Clearly these studies do not answer all the questions which might arise about the distribution of resources in a community mobilisation type project, but they do suggest that the level of contacts achieved need not be analogous to the total population of a district. However, the Kelly studies suggest that dosage and exposure were important elements in the success of the project.
Both studies support the need for knowledge of local sexual and social networks, and sensitivity to the customs and idiom of the local community. The selection of local informants is a crucial first stage in a community mobilisation project: if this goes wrong the project could veer off course.
There is also a danger that culturally specific problems could arise in replicating community mobilisation–type efforts in other countries. Evidence of this was supplied at a recent meeting of the British Psychological Society by Graham Hart, who reported on a study being conducted by the Medical Research Council's Medical Sociology Unit in Edinburgh and Glasgow, intended to replicate some elements of the Kelly and Kegeles studies. Hart reported that local informants were none too keen on the idea of encouraging popular local figures to discuss intimate details of people's sex lives, because their popularity tended to be proportional to their store of local gossip! Many people would be unwilling to discuss intimate sexual matters with such popular but indiscreet figures!

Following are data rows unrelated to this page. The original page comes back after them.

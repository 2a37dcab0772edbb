"""Forward models: against scipy, dense linear algebra and the adjoint identity."""

from __future__ import annotations

import numpy as np
import pytest
import scipy.ndimage
import scipy.signal
import torch
from hypothesis import given, settings
from hypothesis import strategies as st

import pnpguard as pg
from tests.helpers import assert_close, dense_matrix

RNG = np.random.default_rng(1234)


def _inner(a, b) -> float:
    return float(np.sum(np.asarray(a, dtype=np.float64) * np.asarray(b, dtype=np.float64)))


def _dot_test(op, seed: int) -> None:
    # Adjoint identity <A x, y> = <x, A^T y> (definition of the adjoint; the classical
    # "dot test" of geophysical inversion, J. Claerbout, Earth Soundings Analysis, 1992).
    rng = np.random.default_rng(seed)
    x = rng.standard_normal(op.in_shape)
    y = rng.standard_normal(op.out_shape)
    left, right = _inner(op(x), y), _inner(x, op.adjoint(y))
    assert abs(left - right) <= 1e-10 * max(abs(left), abs(right), 1.0), (op, left, right)


def _operators(shape, kernel_shape, factor, seed):
    rng = np.random.default_rng(seed)
    psf = rng.random(kernel_shape) + 0.05
    signed = rng.standard_normal(kernel_shape)
    signed[0, 0] = abs(signed).sum() + 1.0  # keep the sum positive
    mask = rng.random(shape) > 0.4
    ops = [
        pg.Convolution(psf, shape),
        pg.Convolution(signed, shape),
        pg.Convolution(psf, shape, "zero", output="same"),
        pg.Convolution(signed, shape, "zero", output="full"),
        pg.PixelMask(mask),
    ]
    if shape[0] % factor == 0 and shape[1] % factor == 0:
        ops.append(pg.Decimation(factor, shape))
        ops.append(pg.Decimation(factor, shape, psf=pg.gaussian_psf(3, 0.8)) @ pg.PixelMask(mask))
    blur = pg.Convolution(psf, shape)
    ops += [
        2.5 * blur,
        blur.T,
        blur.T @ pg.Convolution(psf, shape, "zero", output="same"),
        blur + pg.PixelMask(mask),
        blur - 0.5 * pg.PixelMask(mask),
        -blur,
        pg.Convolution(psf, shape, "zero", output="full") @ pg.PixelMask(mask),
    ]
    return ops


@settings(max_examples=15, deadline=None)
@given(
    height=st.integers(4, 14),
    width=st.integers(4, 14),
    kh=st.integers(1, 4),
    kw=st.integers(1, 4),
    factor=st.sampled_from([2, 3]),
    seed=st.integers(0, 2**16),
)
def test_adjoint_identity_for_every_operator_and_composition(height, width, kh, kw, factor, seed):
    for op in _operators((height, width), (kh, kw), factor, seed):
        _dot_test(op, seed)


FAST_PATH_OPERATORS = _operators((12, 10), (3, 4), 2, 5) + [
    pg.ParallelProjection((12, 10), [0.0, 30.0, 100.0]),
    pg.ParallelProjection((12, 10), [0.0, 30.0, 100.0]).T @ pg.ParallelProjection((12, 10), [45.0, 90.0, 135.0]),
]


@pytest.mark.parametrize("op", FAST_PATH_OPERATORS, ids=repr)
@pytest.mark.parametrize("dtype", [torch.float32, torch.float64])
def test_fast_path_equals_the_public_path_and_passes_the_dot_test(op, dtype):
    generator = torch.Generator().manual_seed(3)
    x = torch.randn(2, 1, *op.in_shape, generator=generator, dtype=dtype)
    y = torch.randn(2, 1, *op.out_shape, generator=generator, dtype=dtype)
    x_before, y_before = x.clone(), y.clone()
    ax, aty, normal = op.apply(x), op.apply_adjoint(y), op.apply_normal(x)
    assert ax.shape == (2, 1, *op.out_shape) and aty.shape == (2, 1, *op.in_shape)
    assert ax.dtype == aty.dtype == normal.dtype == dtype
    # The same arithmetic as the validating public path, to the bit.
    assert torch.equal(ax, op.forward(x)) and torch.equal(aty, op.adjoint(y))
    torch.testing.assert_close(normal, op.apply_adjoint(ax))  # A^T A x, in one go or in two
    assert torch.equal(x, x_before) and torch.equal(y, y_before)  # inputs untouched
    # Dot test <A x, y> = <x, A^T y> through the fast path alone (Claerbout 1992, as above).
    left, right = float(torch.sum(ax.double() * y.double())), float(torch.sum(x.double() * aty.double()))
    tolerance = 1e-10 if dtype == torch.float64 else 1e-4
    assert abs(left - right) <= tolerance * max(abs(left), abs(right), 1.0), (left, right)


@pytest.mark.parametrize("kernel_shape", [(5, 5), (4, 6), (1, 3), (7, 2)])
def test_periodic_blur_matches_scipy_convolve_wrap(kernel_shape):
    x = RNG.standard_normal((17, 20))
    psf = RNG.random(kernel_shape)
    # Reference: scipy.ndimage.convolve with mode="wrap" (same centring rule k // 2).
    expected = scipy.ndimage.convolve(x, psf, mode="wrap")
    assert_close(pg.Convolution(psf, x.shape)(x), expected, rtol=0, atol=1e-12)


@pytest.mark.parametrize("output", ["same", "full"])
@pytest.mark.parametrize("kernel_shape", [(5, 5), (4, 6), (3, 1)])
def test_zero_boundary_blur_matches_scipy_convolve2d(output, kernel_shape):
    x = RNG.standard_normal((13, 16))
    psf = RNG.random(kernel_shape)
    # Reference: scipy.signal.convolve2d(mode="full" / "same"), zero fill outside.
    expected = scipy.signal.convolve2d(x, psf, mode=output)
    assert_close(pg.Convolution(psf, x.shape, "zero", output=output)(x), expected, rtol=0, atol=1e-12)


def _svd(op) -> np.ndarray:
    # Reference singular values: numpy.linalg.svd of the dense matrix.
    return np.linalg.svd(dense_matrix(op), compute_uv=False)


@pytest.mark.parametrize(
    "op",
    [
        pg.Convolution(pg.gaussian_psf(5, 1.0), (12, 10)),
        pg.Convolution(np.array([[0.0, -1.0, 0.0], [-1.0, 5.0, -1.0], [0.0, -1.0, 0.0]]), (9, 11)),
        pg.Decimation(2, (12, 10)),
        pg.Decimation(3, (9, 12), psf=pg.gaussian_psf(5, 1.2)),
        pg.PixelMask(RNG.random((8, 9)) > 0.5),
        pg.PixelMask(np.ones((6, 7))),
    ],
    ids=repr,
)
def test_exact_norm_and_smallest_singular_value_match_svd(op):
    singular = _svd(op)
    assert op.norm() == pytest.approx(singular.max(), rel=1e-10)
    bound = op.norm_bound()
    assert bound.certified and bound.value == pytest.approx(singular.max(), rel=1e-10)
    # Square operators: the smallest singular value; wide ones (decimation) have a null space.
    smallest = singular.min() if op.in_shape == op.out_shape else 0.0
    assert op.smallest_singular_value() == pytest.approx(smallest, abs=1e-10)


@pytest.mark.parametrize(
    "op",
    [
        pg.Convolution(pg.disk_psf(2.0), (11, 13), "zero", output="full"),
        pg.Convolution(pg.motion_psf(5, 30), (12, 12), "zero", output="same"),
        pg.Convolution(np.array([[1.0, -0.5], [0.3, 0.9]]), (10, 9), "zero"),
        pg.Decimation(2, (10, 12)) @ pg.Convolution(pg.gaussian_psf(3, 1), (10, 12), "zero"),
        pg.PixelMask(RNG.random((9, 9)) > 0.3) + 0.5 * pg.Convolution(pg.gaussian_psf(3, 1), (9, 9)),
    ],
    ids=repr,
)
def test_estimated_norm_and_certified_bound_bracket_the_svd_norm(op):
    top = _svd(op).max()
    assert op.norm() == pytest.approx(top, rel=1e-5)
    bound = op.norm_bound()
    assert bound.certified
    assert top * (1 - 1e-12) <= bound.value


def test_collatz_wielandt_bound_is_tight_for_nonnegative_operators():
    op = pg.Convolution(pg.disk_psf(2.0), (11, 13), "zero", output="full")
    top = _svd(op).max()
    assert op.nonnegative
    assert "Collatz" in op.norm_bound().method
    assert op.norm_bound().value <= top * (1 + 1e-3)


def test_scaled_and_adjoint_operators_inherit_exact_constants():
    blur = pg.Convolution(pg.gaussian_psf(3, 0.7), (8, 8))
    assert (-3.0 * blur).norm() == pytest.approx(3.0 * blur.norm())
    assert (-3.0 * blur).smallest_singular_value() == pytest.approx(3.0 * blur.smallest_singular_value())
    assert blur.T.norm() == blur.norm()
    assert blur.T.T is blur


@pytest.mark.parametrize("dtype", [np.float32, np.float64])
def test_numpy_in_numpy_out_and_input_untouched(dtype):
    op = pg.Convolution(pg.gaussian_psf(3, 1.0), (8, 9))
    x = RNG.standard_normal((8, 9)).astype(dtype)
    before = x.copy()
    y = op(x)
    assert isinstance(y, np.ndarray) and y.dtype == dtype and y.shape == (8, 9)
    assert np.array_equal(x, before)
    assert isinstance(op.adjoint(y), np.ndarray) and op.adjoint(y).dtype == dtype


@pytest.mark.parametrize("dtype", [torch.float32, torch.float64])
def test_torch_batched_in_torch_out(dtype):
    op = pg.Decimation(2, (8, 10)) @ pg.Convolution(pg.gaussian_psf(3, 1.0), (8, 10))
    x = torch.randn(3, 2, 8, 10, dtype=dtype)
    y = op(x)
    assert isinstance(y, torch.Tensor) and y.dtype == dtype and y.shape == (3, 2, 4, 5)
    # Each image of the batch is mapped on its own.
    single = op(x[1, 1])
    tolerance = 1e-5 if dtype == torch.float32 else 1e-12
    assert torch.allclose(y[1, 1], single, atol=tolerance)


def test_float32_matches_float64():
    op = pg.Convolution(pg.motion_psf(9, 45), (32, 32), "zero", output="same")
    x = RNG.random((32, 32))
    assert_close(op(x.astype(np.float32)), op(x), rtol=0, atol=1e-5)


@pytest.mark.parametrize(
    "bad, message",
    [
        (np.ones((4, 4), dtype=np.int64), "float32 or float64"),
        (np.ones((4, 4), dtype=bool), "float32 or float64"),
        (np.ones((2, 4, 4)), r"\(H, W\) or \(N, C, H, W\)"),
        (np.full((4, 4), np.nan), "non-finite"),
        (np.ones((5, 4)), r"input shape is \(4, 4\)"),
        ([[1.0]], "numpy array or a torch tensor"),
    ],
)
def test_bad_inputs_are_named(bad, message):
    op = pg.Convolution(pg.gaussian_psf(3, 1.0), (4, 4))
    with pytest.raises((TypeError, ValueError), match=message):
        op(bad)


@pytest.mark.parametrize(
    "psf, message",
    [
        (np.array([[np.inf]]), "non-finite"),
        (np.zeros((0, 3)), "empty"),
        (np.ones((9, 2)), "larger than the image"),
        (-np.ones((3, 3)), "positive sum"),
        (np.ones(3), "2-D"),
    ],
)
def test_bad_psfs_are_rejected(psf, message):
    with pytest.raises(ValueError, match=message):
        pg.Convolution(psf, (8, 8))


def test_bad_options_list_the_valid_choices():
    with pytest.raises(ValueError, match="^unknown `boundary` 'reflect'; valid: 'periodic', 'zero'$"):
        pg.Convolution(np.ones((3, 3)), (8, 8), boundary="reflect")
    with pytest.raises(ValueError, match="divisible"):
        pg.Decimation(3, (8, 8))
    with pytest.raises(ValueError, match="cannot compose"):
        pg.Decimation(2, (8, 8)) @ pg.Decimation(2, (8, 8))
    with pytest.raises(ValueError, match="0/1"):
        pg.PixelMask(np.full((3, 3), 0.5))


def test_psf_builders_are_normalised_and_oriented():
    for psf in (pg.gaussian_psf(7, 1.3), pg.disk_psf(3.2), pg.motion_psf(9, 0), pg.motion_psf(6, 135)):
        assert psf.sum() == pytest.approx(1.0) and (psf >= 0).all()
        assert psf.shape[0] % 2 == 1 and psf.shape[0] == psf.shape[1]
    horizontal = pg.motion_psf(9, 0)
    centre = horizontal.shape[0] // 2
    assert horizontal[centre].sum() == pytest.approx(1.0)  # all mass on the middle row
    diagonal = pg.motion_psf(9, 45)
    assert np.allclose(diagonal, diagonal[::-1, ::-1])  # symmetric about the centre
    assert diagonal[1, -2] > 0 and diagonal[1, 1] == 0  # 45 degrees counter-clockwise: up and to the right
    # The Gaussian PSF matches scipy.ndimage.gaussian_filter's sampled kernel (impulse response).
    impulse = np.zeros((7, 7))
    impulse[3, 3] = 1.0
    reference = scipy.ndimage.gaussian_filter(impulse, 1.3, mode="constant", truncate=3 / 1.3)
    assert_close(pg.gaussian_psf(7, 1.3), reference / reference.sum(), rtol=1e-10)
    # Disk area: the weights before normalisation approximate pi r^2 (analytic area of a disk).
    with pytest.raises(ValueError, match="odd"):
        pg.gaussian_psf(4, 1.0)


def test_mask_builders():
    mask = pg.random_pixel_mask((40, 50), 0.8, seed=3)
    assert mask.dtype == bool and (~mask).sum() == 1600
    assert np.array_equal(mask, pg.random_pixel_mask((40, 50), 0.8, seed=3))
    assert not np.array_equal(mask, pg.random_pixel_mask((40, 50), 0.8, seed=4))
    lines = pg.dead_lines_mask((10, 12), rows=[2, 7], columns=[0])
    assert (~lines).sum() == 2 * 12 + 10 - 2
    scratches = pg.scratch_mask((64, 64), 3, width=2.0, seed=1)
    assert 0 < (~scratches).sum() < 0.2 * scratches.size
    with pytest.raises(ValueError, match="missing"):
        pg.random_pixel_mask((4, 4), 1.5)
    with pytest.raises(ValueError, match="rows"):
        pg.dead_lines_mask((4, 4), rows=[9])


def test_repr_says_what_it_is():
    assert repr(pg.Convolution(pg.gaussian_psf(5, 1), (64, 32))) == (
        "<Convolution 64x32 -> 64x32, psf 5x5, periodic>"
    )
    assert "factor 4" in repr(pg.Decimation(4, (64, 32)))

Nevertheless, such evidence does suggest that the general concept of community mobilisation has a valuable contribution to make to HIV prevention activities. However, design and evaluation of future projects should proceed with an awareness of the limitations of current evidence, and should seek to add to the body of research knowledge about community mobilisation strategies. For example, is it adequate to reach 15–20% of the population to diffuse a message, and how would you measure this? What is the best balance of activities within community mobilisation?
References
Kegeles S, et a. The Mpowerment project: a community level HIV prevention intervention for young agy and bisexual men, Am J Public Health, in press, 1997.
Kelly JA, et al. HIV risk behaviour reduction following intervention with key opinion leaders of the population: an experimental analysis, Am J Public Health 81: 168–171, 1991.
Kelly JA, et al. Community AIDS/HIV risk reduction: the effects of endorsements by popular people in three cities, Am J Public Health, 82: 1483–1489, 1992.